Write down exactly the lines of the listing below, beginning with the one containing "matrices: numpy's BLAS" and closing with the final line.

──────── Input data ────────

"""Drawing of spectra results (matplotlib only; called by the results' ``.plot``)."""

from __future__ import annotations

from typing import Any

import numpy as np


def draw_spectra(result, ax: Any = None, *, sample: int | None = None, max_lines: int = 10,
                 **kw: Any):
    """Singular values over time on a log axis (median over samples, or one ``sample``).

    The first ``max_lines`` indices are drawn, coloured from the largest (dark) to the
    smallest; the spectral radius, when computed, is the dashed black line; the dotted line
    marks 1, where a step neither stretches nor shrinks.
    """
    from .style import get_axes, time_colors

    ax = get_axes(ax)
    sv = result.singular_values  # (B, T, k)
    B, T, k = sv.shape
    if sample is None:
        curve = np.nanmedian(sv, axis=0) if B > 1 else sv[0]  # (T, k)
        label = f"median over {B} samples" if B > 1 else "sample 0"
    else:
        if not -B <= sample < B:
            raise ValueError(f"sample must be in [0, {B}), got {sample}")
        curve, label = sv[sample], f"sample {sample}"
    n = min(k, max_lines)
    colors = time_colors(n)
    steps = np.arange(T)
    for i in range(n):
        ax.plot(steps, curve[:, i], color=colors[i], lw=kw.get("lw", 1.0),
                label=f"σ{i + 1}" if i < 3 or i == n - 1 else None)
    drawn = [curve[:, :n]]
    if result.spectral_radius is not None:
        rad = result.spectral_radius
        r = (np.nanmedian(rad, axis=0) if B > 1 else rad[0]) if sample is None \
            else rad[sample]
        ax.plot(steps, r, "k--", lw=1.0, label="spectral radius")
        drawn.append(r[:, None])
    ax.axhline(1.0, color="0.6", lw=0.8, ls=":")
    values = np.concatenate([d.ravel() for d in drawn])
    if np.any(np.isfinite(values) & (values > 0)):
        ax.set_yscale("log")
    ax.set_xlabel("step t")
    ax.set_ylabel("singular value of J_t")
    ax.set_title(f"{result.metadata.get('model_class', 'system')}: Jacobian spectra ({label})")
    ax.legend(fontsize="small", loc="best")
    return ax
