@dataclass(frozen=True, eq=False)
class FixedPoints(Result):
    """Fixed and slow points of ``s = F(s, x*)`` found by minimising ``q(s)``, with their stability.

    Points are ordered by ``q``, smallest first.

    Attributes
    ----------
    points : ndarray of shape (n, S)
        Distinct end points of the search where ``q(s) = ½‖F(s, x*) − s‖²`` is at most
        ``slow_tol``.
    q : ndarray of shape (n,)
        ``q`` at each point (``sqrt(2 q)`` is the distance the state moves in one step there).
    is_fixed : ndarray of shape (n,), bool
        ``q < tol``: a fixed point; otherwise a slow point, where the state still drifts at speed
        ``sqrt(2 q)`` per step.
    converged : ndarray of shape (n,), bool
        The search stopped at a fixed point or at a local minimum of q. False: it ran out of
        iterations while q was still falling slowly, so the point lies in a slow valley (often
        near a continuum of nearly fixed, marginal states) rather than at an isolated minimum.
    eigenvalues : ndarray of shape (n, S), complex
        Eigenvalues of the step Jacobian ``dF/ds`` at each point, largest modulus first.
    stability : ndarray of shape (n,), str
        "marginal" when any eigenvalue has ``| |λ| − 1 | <= marginal_tol`` (this takes
        precedence); otherwise "stable" (all ``|λ| < 1``), "unstable" (all ``|λ| > 1``) or
        "saddle" (some of each).
    unstable_directions : tuple of n ndarrays of shape (m_i, S)
        Unit vectors spanning the expanding directions (``|λ| > 1 + marginal_tol``) at each point:
        the eigenvector of a real eigenvalue, or the real and imaginary parts of the eigenvector
        of a complex pair (the plane the state spirals out in).
    support : ndarray of shape (n,), int
        How many starts ended at each point.
    final_q : ndarray of shape (n_starts,)
        ``q`` reached from every start, kept or not (a histogram shows how clear-cut the minima
        are).
    x : ndarray of shape (I,)
        The constant input x*.
    n_starts : int
    n_discarded : int
        Starts that ended with ``q > slow_tol``, in no point above.
    n_unconverged : int
        Starts whose q was still falling, above ``tol``, after ``max_iter`` steps (kept as slow
        points when ``q <= slow_tol``; raise ``max_iter`` to follow them further).
    tol, slow_tol, marginal_tol, distance_tol : float
        The thresholds used.
    parts : Mapping[str, slice]
        Part layout of the state.
    source : str
        What the system was made from.
    trace : Trace or None
        The trace the starts were sampled from; ``.plot()`` draws on its PCA axes by default.
    distance_to_states : ndarray of shape (n,) or None
        With a trace: each point's Euclidean distance to the nearest recorded state.
    outside : ndarray of shape (n,), bool, or None
        With a trace: the point lies outside the box of the recorded states (widened by 10% of
        each unit's range), a region the network's own trajectories do not reach. Such points
        stay in the result but are left out of the slow set and of the registry's counts.
    settled : ndarray of shape (n,), bool
        The start stopped on the speed rule (``slow_margin``): a slow point on a slow direction.
    slow_margin : float
    in_slow_set : ndarray of shape (n,), bool
        Points of the slow set: inside the recorded region, with an eigenvalue modulus within
        ``max(marginal_tol, slow_margin)`` of 1.
    slow_set_dimension : int
        Components of the slow set's PCA needed for 95% of its spread (0: isolated points; fewer
        than 3 members, or a spread along no slow direction, also give 0).
    slow_set_explained : ndarray of shape (k,)
        Fraction of the slow set's spread on each principal component.
    slow_set_coordinate : ndarray of shape (n,)
        Each point's coordinate along the first principal component of the slow set (NaN
        when the slow set has dimension 0).
    slow_set_order : ndarray of shape (m,), int
        Indices of the slow set's members ordered along that coordinate.
    tangent_eigenvalue : float
        Median over members of ``|λ|`` closest to 1 among the eigenvalues of the Jacobian
        restricted to the slow set's tangent (``Tᵀ J T``, T its top principal directions).
    summary : str
        One plain-words line, e.g. "approximate line attractor: 150 slow points along one
        direction, |λ| 0.999".

    Notes
    -----
    Fixed points belong to the constant input x* chosen: another input gives another map and
    other points. Slow points are not fixed points: the state still drifts there, only slowly.
    The points found depend on the starting states: a point that no trajectory comes near is
    not found, and its absence is no proof that it does not exist. The linearisation describes
    the dynamics only close to each point.
    """

    points: np.ndarray
    q: np.ndarray
    is_fixed: np.ndarray
    converged: np.ndarray
    eigenvalues: np.ndarray
    stability: np.ndarray
    unstable_directions: tuple[np.ndarray, ...]
    support: np.ndarray
    final_q: np.ndarray
    x: np.ndarray
    n_starts: int
    n_discarded: int
    n_unconverged: int
    tol: float
    slow_tol: float
    marginal_tol: float
    distance_tol: float
    parts: Mapping[str, slice]
    source: str
    trace: Any = None
    distance_to_states: np.ndarray | None = None
    outside: np.ndarray | None = None
    settled: np.ndarray | None = None
    slow_margin: float = 0.0
    in_slow_set: np.ndarray | None = None
    slow_set_dimension: int = 0
    slow_set_explained: np.ndarray | None = None
    slow_set_coordinate: np.ndarray | None = None
    slow_set_order: np.ndarray | None = None
    tangent_eigenvalue: float = math.nan
    summary: str = ""

    # ------------------------------------------------------------------ summaries
    def __len__(self) -> int:
        return self.points.shape[0]

    @property
    def counts(self) -> dict[str, int]:
        """Number of points in each stability class (all four classes, zeros included)."""
        return {c: int(np.sum(self.stability == c)) for c in STABILITY_CLASSES}

    @property
    def n_fixed(self) -> int:
        """Number of points with ``q < tol``."""
        return int(self.is_fixed.sum())

    @property
    def n_slow(self) -> int:
        """Number of slow points (``tol <= q <= slow_tol``)."""
        return len(self) - self.n_fixed

    @property
    def spectral_radius(self) -> np.ndarray:
        """Largest eigenvalue modulus at each point, shape (n,)."""
        if self.eigenvalues.shape[1] == 0:
            return np.zeros(len(self))
        return np.abs(self.eigenvalues[:, 0])

    def to_frame(self):
        """One row per point: q, kind, stability, expanding directions, support and coordinates.

        Also whether each point lies outside the recorded states, belongs to the slow set and
        its coordinate along it; ``frame.attrs["summary"]`` holds :attr:`summary`.
        """
        import pandas as pd

        names = unit_names(self.parts, self.points.shape[1])
        frame = pd.DataFrame({
            "q": self.q,
            "speed": np.sqrt(2 * self.q),
            "kind": np.where(self.is_fixed, "fixed", "slow"),
            "converged": self.converged,
            "stability": self.stability,
            "n_unstable": [d.shape[0] for d in self.unstable_directions],
            "spectral_radius": self.spectral_radius,
            "support": self.support,
        })
        m = len(self)
        frame["outside"] = self.outside if self.outside is not None else np.zeros(m, bool)
        frame["in_slow_set"] = (self.in_slow_set if self.in_slow_set is not None
                                else np.zeros(m, bool))
        frame["along_slow_set"] = (self.slow_set_coordinate if self.slow_set_coordinate
                                   is not None else np.full(m, np.nan))
        coords = pd.DataFrame(self.points, columns=names)
        out = pd.concat([frame, coords], axis=1)
        out.index.name = "point"
        out.attrs["summary"] = self.summary
        out.attrs["slow_set_dimension"] = self.slow_set_dimension
        return out

    def __repr__(self) -> str:
        counts = ", ".join(f"{k}={v}" for k, v in self.counts.items())
        return (f"FixedPoints(n={len(self)}, fixed={self.n_fixed}, slow={self.n_slow}, {counts}, "
                f"starts={self.n_starts}, discarded={self.n_discarded}, "
                f"unconverged={self.n_unconverged}, slow_set_dimension="
                f"{self.slow_set_dimension}; {self.summary})")

    # ------------------------------------------------------------------ plot
    def plot(self, ax: Any = None, *, pca: Any = None, dims: int = 2,
             show_trajectories: bool = True, direction_length: float | None = None,
             show_slow: bool = True):
        """Draw the points on the PCA axes of a trace, with their unstable directions.

        Parameters
        ----------
        ax : matplotlib Axes, optional
            Where to draw (3-D axes for ``dims=3``); a new figure by default.
        pca : PCATrajectories or Trace, optional
            The axes: a result of :func:`hiddenlens.pca_trajectories`, or a trace to fit one on.
            By default the trace the search started from (S > 3), or the raw state coordinates
            (S <= 3).
        dims : {2, 3}
        show_trajectories : bool, default True
            Draw the PCA's trajectories faintly behind the points.
        direction_length : float, optional
            Half-length, in state units, of the segments along unstable directions (default:
            a tenth of the extent of the drawn data).
        show_slow : bool, default True
            Also draw slow points (faded).

        Returns
        -------
        matplotlib Axes
        """
        from .._plotting.pca import check_dims
        from .pca import PCATrajectories, pca_trajectories

        S = self.points.shape[1]
        if pca is None and S > 3 and self.trace is not None:
            pca = self.trace
        if isinstance(pca, Trace):
            pca = pca_trajectories(pca, k=dims)
        if pca is None:
            if S > 3:
                raise ValueError(
                    f"the state has {S} units; choose the axes to draw on with "
                    "pca=hiddenlens.pca_trajectories(trace) or pca=trace"
                )
            dims = int(dims) if dims in (2, 3) else check_dims(dims, 3)
            names = unit_names(self.parts, S)
            labels = [names[i] if i < S else "(none)" for i in range(dims)]

            def coords(a: np.ndarray) -> np.ndarray:  # (m, S) -> (m, dims)
                return np.pad(a, ((0, 0), (0, dims - S)))[:, :dims]

            along = coords
            background = None
        else:
            if not isinstance(pca, PCATrajectories):
                raise TypeError(f"pca must be a PCATrajectories result or a Trace, got "
                                f"{type(pca).__name__}")
            if pca.state_size != S:
                raise ValueError(f"pca was fitted on states of size {pca.state_size} but the "
                                 f"points have {S} units; fit it on a trace of this system")
            dims = check_dims(dims, pca.n_components)
            labels = [pca.axis_label(i) for i in range(dims)]

            def coords(a: np.ndarray) -> np.ndarray:
                return pca.project(a)[:, :dims]

            def along(v: np.ndarray) -> np.ndarray:  # directions: no centring
                return v[:, pca.columns] @ pca.components[:dims].T

            background = pca.projected[:, :, :dims] if show_trajectories else None
        from .._plotting.fixed_points import draw_fixed_points

        return draw_fixed_points(self, ax, coords=coords, along=along, labels=labels, dims=dims,
                                 background=background, direction_length=direction_length,
                                 show_slow=show_slow)
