"""Drawing of lyapunov results (matplotlib only; called by the results' ``.plot``)."""

from __future__ import annotations

from typing import Any

import numpy as np


def draw_lyapunov(result, ax: Any = None, *, kind: str = "convergence", **kw: Any):
    """Draw a LyapunovSpectrum on ``ax``; the options are those of ``LyapunovSpectrum.plot``."""
    from .style import get_axes, time_colors

    if kind not in ("convergence", "spectrum"):
        raise ValueError(f"kind must be 'convergence' or 'spectrum', got {kind!r}")
    ax = get_axes(ax)
    k = result.k
    if kind == "convergence":
        colors = time_colors(k, "viridis")
        for i in range(k):
            label = f"λ{i + 1}" if k <= 10 else None
            ax.plot(result.running_steps, result.running[:, i], color=colors[i], label=label,
                    **kw)
        if result.running_steps.shape[0] > 1:
            ax.set_xscale("log")
        ax.set_xlabel("counted steps")
        ax.set_ylabel("running estimate (per step)")
        ax.set_title(f"Lyapunov exponents: convergence (B={result.batch_size})")
        if k <= 10:
            ax.legend(fontsize="small")
    else:
        idx = np.arange(1, k + 1)
        yerr = result.std if result.batch_size > 1 else None
        kw.setdefault("fmt", "o")
        kw.setdefault("markersize", 4 if k <= 50 else 2)
        ax.errorbar(idx, result.exponents, yerr=yerr, **kw)
        ax.set_xlabel("index i")
        ax.set_ylabel("λ_i (per step)")
        ky = float(result.kaplan_yorke)
        ax.set_title("Lyapunov spectrum: every exponent negative (Kaplan–Yorke dimension 0)"
                     if ky == 0 else f"Lyapunov spectrum, Kaplan–Yorke dimension {ky:.3g}")
    ax.axhline(0.0, color="0.5", linewidth=0.8, linestyle=":")
    return ax
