"""Drawing of trace results (matplotlib only; called by the results' ``.plot``)."""

from __future__ import annotations

from typing import Any


def draw_trace(result, ax: Any = None, *, part: str | None = None, sample: int = 0,
               max_units: int = 16):
    """Draw the first ``max_units`` units of one sample's states over time."""
    from .style import get_axes

    ax = get_axes(ax)
    cols = result.columns(part)[:max_units]
    ax.plot(result.states[sample][:, cols], lw=0.8)
    ax.set_xlabel("step t")
    ax.set_ylabel("state" if part is None else part)
    ax.set_title(f"{result.metadata.get('model_class', 'system')}: sample {sample}")
    return ax
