"""The notebook widgets in plain pytest: no kernel, no browser.

Controls are moved by setting ``.value``, as a front end would; the rendered PNG bytes and the
number of calls into the analysis functions tell whether a change redrew or recomputed.
"""

from __future__ import annotations

import functools
import io
import threading
import time

import numpy as np
import pytest
import torch

pytest.importorskip("ipywidgets")

from hiddenlens.examples.sorting_line import SortingLineNet, make_inputs  # noqa: E402

import hiddenlens  # noqa: E402
import hiddenlens._faces.summary  # noqa: E402
from hiddenlens._faces.summary import analysis_function, key_figures, summary_sentence  # noqa: E402
from hiddenlens._faces.widgets.jobs import Cache, Runner, Step  # noqa: E402
from hiddenlens.widgets import Comparison, Explorer, StaticView, compare, explore  # noqa: E402

pytestmark = pytest.mark.usefixtures("one_blas_thread")

PNG_MAGIC = b"\x89PNG\r\n\x1a\n"  # PNG signature (PNG specification, section 5.2)
_COUNTED = ("pca", "lyapunov", "fixed_points", "memory", "spectra", "gradient_flow")


@pytest.fixture
def one_blas_thread():
    """Tiny matrices: numpy's BLAS threads only add hand-off costs on a busy machine."""
    from threadpoolctl import threadpool_limits

    with threadpool_limits(1):
        yield


@pytest.fixture(scope="module")
def model():
    return SortingLineNet("gru", 8, seed=0).eval()


@pytest.fixture(scope="module")
def inputs():
    return make_inputs(3, 40, seed=0)  # (B, T, I) = (3, 40, 5)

────────

_Solution to this exercise_
    """Tiny matrices: numpy's BLAS threads only add hand-off costs on a busy machine."""
    from threadpoolctl import threadpool_limits

    with threadpool_limits(1):
        yield


@pytest.fixture(scope="module")
def model():
    return SortingLineNet("gru", 8, seed=0).eval()


@pytest.fixture(scope="module")
def inputs():
    return make_inputs(3, 40, seed=0)  # (B, T, I) = (3, 40, 5)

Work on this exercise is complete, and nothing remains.